What the task requires -> Search the entries for the word "SubmitButton" and return every line where it is found.

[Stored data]

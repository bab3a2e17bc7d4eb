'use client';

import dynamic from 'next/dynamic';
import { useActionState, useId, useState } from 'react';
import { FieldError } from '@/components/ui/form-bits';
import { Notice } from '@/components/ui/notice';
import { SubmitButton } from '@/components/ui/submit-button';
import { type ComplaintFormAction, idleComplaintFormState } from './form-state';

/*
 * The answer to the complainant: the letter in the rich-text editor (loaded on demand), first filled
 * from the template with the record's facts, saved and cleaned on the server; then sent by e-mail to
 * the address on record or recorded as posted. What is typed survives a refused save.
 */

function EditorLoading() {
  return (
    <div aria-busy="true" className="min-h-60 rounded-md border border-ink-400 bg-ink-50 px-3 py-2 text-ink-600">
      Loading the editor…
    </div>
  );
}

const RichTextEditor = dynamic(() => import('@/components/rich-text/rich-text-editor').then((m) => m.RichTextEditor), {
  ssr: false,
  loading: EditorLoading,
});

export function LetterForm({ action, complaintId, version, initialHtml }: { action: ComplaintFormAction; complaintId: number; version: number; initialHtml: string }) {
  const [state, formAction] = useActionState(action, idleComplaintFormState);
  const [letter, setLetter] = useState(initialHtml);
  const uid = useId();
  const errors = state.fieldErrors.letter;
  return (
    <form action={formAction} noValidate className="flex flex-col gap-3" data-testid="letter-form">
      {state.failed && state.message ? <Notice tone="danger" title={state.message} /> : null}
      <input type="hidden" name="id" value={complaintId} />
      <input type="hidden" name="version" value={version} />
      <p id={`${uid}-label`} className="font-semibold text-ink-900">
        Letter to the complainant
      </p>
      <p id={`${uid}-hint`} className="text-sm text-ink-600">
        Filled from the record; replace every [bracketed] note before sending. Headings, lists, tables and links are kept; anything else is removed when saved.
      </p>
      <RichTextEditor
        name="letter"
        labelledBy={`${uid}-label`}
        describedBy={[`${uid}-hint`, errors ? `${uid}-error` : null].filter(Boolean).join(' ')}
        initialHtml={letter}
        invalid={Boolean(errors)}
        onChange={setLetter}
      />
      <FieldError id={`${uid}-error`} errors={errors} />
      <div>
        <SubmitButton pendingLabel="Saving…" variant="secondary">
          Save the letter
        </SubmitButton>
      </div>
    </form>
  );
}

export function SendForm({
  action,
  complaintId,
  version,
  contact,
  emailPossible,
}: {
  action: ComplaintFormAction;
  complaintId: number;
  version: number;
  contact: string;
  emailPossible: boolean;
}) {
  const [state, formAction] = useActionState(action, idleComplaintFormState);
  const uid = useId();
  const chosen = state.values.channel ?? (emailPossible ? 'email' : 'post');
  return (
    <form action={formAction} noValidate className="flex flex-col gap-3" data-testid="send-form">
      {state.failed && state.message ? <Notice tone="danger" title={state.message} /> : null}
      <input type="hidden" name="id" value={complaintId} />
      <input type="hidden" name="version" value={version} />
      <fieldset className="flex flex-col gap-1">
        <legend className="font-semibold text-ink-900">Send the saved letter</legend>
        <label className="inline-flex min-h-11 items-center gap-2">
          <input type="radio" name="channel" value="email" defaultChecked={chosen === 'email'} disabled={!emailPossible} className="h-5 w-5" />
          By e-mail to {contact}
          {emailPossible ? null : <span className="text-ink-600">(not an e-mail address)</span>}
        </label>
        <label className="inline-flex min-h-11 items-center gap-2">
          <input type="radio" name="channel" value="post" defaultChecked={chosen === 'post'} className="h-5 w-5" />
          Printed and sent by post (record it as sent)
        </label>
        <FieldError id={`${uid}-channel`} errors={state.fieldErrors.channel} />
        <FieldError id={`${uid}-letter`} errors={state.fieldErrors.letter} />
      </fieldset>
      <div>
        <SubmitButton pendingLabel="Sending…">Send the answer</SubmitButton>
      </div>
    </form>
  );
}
* * *
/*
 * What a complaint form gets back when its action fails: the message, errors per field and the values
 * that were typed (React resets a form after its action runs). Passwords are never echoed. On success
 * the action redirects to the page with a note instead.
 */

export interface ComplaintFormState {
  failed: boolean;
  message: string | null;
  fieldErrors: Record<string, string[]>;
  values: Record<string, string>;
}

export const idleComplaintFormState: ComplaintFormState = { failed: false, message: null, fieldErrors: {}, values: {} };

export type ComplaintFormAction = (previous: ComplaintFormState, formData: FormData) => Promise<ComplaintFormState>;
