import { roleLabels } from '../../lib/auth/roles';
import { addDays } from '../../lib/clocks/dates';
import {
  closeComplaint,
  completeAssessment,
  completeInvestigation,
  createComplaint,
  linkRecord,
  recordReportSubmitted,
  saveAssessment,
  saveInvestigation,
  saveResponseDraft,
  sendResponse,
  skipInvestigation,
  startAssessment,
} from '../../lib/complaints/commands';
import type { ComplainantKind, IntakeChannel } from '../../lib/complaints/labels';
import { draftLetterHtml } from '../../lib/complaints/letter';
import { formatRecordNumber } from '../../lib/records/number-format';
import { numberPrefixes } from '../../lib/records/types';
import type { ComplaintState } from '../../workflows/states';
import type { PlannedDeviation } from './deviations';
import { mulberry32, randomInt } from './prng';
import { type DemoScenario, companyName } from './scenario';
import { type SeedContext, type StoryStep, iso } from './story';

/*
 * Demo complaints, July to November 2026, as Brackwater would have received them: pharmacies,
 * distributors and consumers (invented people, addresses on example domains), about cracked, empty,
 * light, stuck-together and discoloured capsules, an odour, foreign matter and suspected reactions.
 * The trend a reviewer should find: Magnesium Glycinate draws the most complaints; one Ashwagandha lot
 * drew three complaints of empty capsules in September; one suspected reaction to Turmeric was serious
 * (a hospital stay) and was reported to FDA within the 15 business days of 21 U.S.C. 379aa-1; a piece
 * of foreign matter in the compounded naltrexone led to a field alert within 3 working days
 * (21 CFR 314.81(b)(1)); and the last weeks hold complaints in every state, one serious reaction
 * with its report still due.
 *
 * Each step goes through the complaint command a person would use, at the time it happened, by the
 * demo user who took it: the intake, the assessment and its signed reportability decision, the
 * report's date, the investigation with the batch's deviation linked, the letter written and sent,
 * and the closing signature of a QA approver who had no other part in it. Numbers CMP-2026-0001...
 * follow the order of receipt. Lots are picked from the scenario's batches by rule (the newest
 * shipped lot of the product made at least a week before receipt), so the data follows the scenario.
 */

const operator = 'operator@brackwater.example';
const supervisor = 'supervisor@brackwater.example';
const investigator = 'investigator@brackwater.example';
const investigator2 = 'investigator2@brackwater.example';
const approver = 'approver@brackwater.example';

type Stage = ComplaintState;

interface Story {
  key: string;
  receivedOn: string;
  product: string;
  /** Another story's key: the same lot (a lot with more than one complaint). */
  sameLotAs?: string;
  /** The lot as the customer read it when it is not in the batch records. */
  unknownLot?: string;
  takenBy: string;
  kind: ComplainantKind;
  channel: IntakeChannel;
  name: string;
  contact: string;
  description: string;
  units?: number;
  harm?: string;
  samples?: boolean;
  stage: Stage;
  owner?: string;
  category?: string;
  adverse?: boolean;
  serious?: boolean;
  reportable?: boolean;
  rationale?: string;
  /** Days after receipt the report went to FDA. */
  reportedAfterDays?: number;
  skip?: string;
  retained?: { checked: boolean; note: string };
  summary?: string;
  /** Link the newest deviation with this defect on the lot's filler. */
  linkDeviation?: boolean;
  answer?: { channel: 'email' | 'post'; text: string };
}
==
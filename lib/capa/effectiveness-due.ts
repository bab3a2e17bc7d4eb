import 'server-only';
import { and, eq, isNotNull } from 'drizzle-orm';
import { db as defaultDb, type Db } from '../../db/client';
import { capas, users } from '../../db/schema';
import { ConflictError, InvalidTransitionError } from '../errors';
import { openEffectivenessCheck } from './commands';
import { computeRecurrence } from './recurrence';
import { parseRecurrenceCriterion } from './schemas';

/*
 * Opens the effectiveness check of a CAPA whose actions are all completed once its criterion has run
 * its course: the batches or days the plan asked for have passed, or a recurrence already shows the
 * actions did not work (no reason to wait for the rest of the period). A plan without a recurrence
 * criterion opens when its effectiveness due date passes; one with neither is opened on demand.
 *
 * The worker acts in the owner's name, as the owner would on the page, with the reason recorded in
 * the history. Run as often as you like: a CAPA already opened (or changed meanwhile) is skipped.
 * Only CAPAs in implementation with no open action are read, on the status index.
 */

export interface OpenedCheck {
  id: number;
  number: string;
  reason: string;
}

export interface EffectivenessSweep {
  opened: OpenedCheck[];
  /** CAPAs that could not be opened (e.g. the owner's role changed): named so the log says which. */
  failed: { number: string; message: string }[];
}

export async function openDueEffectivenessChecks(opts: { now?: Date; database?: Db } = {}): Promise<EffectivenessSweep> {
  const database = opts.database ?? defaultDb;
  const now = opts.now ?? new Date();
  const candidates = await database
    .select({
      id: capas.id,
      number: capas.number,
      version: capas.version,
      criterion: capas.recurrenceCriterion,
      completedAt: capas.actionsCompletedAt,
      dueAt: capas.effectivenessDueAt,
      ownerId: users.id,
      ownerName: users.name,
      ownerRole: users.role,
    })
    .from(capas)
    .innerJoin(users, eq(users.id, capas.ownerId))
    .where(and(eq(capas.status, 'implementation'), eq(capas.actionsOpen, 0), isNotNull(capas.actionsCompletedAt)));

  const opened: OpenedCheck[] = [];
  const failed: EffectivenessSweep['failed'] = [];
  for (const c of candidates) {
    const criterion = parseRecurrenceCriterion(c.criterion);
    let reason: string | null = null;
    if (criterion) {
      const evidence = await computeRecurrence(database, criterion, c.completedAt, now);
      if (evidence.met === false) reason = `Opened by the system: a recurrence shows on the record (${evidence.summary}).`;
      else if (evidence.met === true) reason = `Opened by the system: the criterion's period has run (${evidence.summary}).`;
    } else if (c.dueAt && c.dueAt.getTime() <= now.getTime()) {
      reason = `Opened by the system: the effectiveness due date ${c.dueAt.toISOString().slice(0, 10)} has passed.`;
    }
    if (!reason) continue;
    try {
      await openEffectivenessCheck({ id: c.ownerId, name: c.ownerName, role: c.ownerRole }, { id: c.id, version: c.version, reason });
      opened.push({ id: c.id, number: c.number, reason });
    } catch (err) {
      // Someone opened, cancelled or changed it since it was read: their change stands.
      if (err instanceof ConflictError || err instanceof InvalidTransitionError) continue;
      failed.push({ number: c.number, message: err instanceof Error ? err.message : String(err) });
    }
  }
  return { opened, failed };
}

Answer to the exercise ->
import { SubmitButton } from '@/components/ui/submit-button';
        <SubmitButton pendingLabel="Saving…" variant="secondary">
        </SubmitButton>
        <SubmitButton pendingLabel="Sending…">Send the answer</SubmitButton>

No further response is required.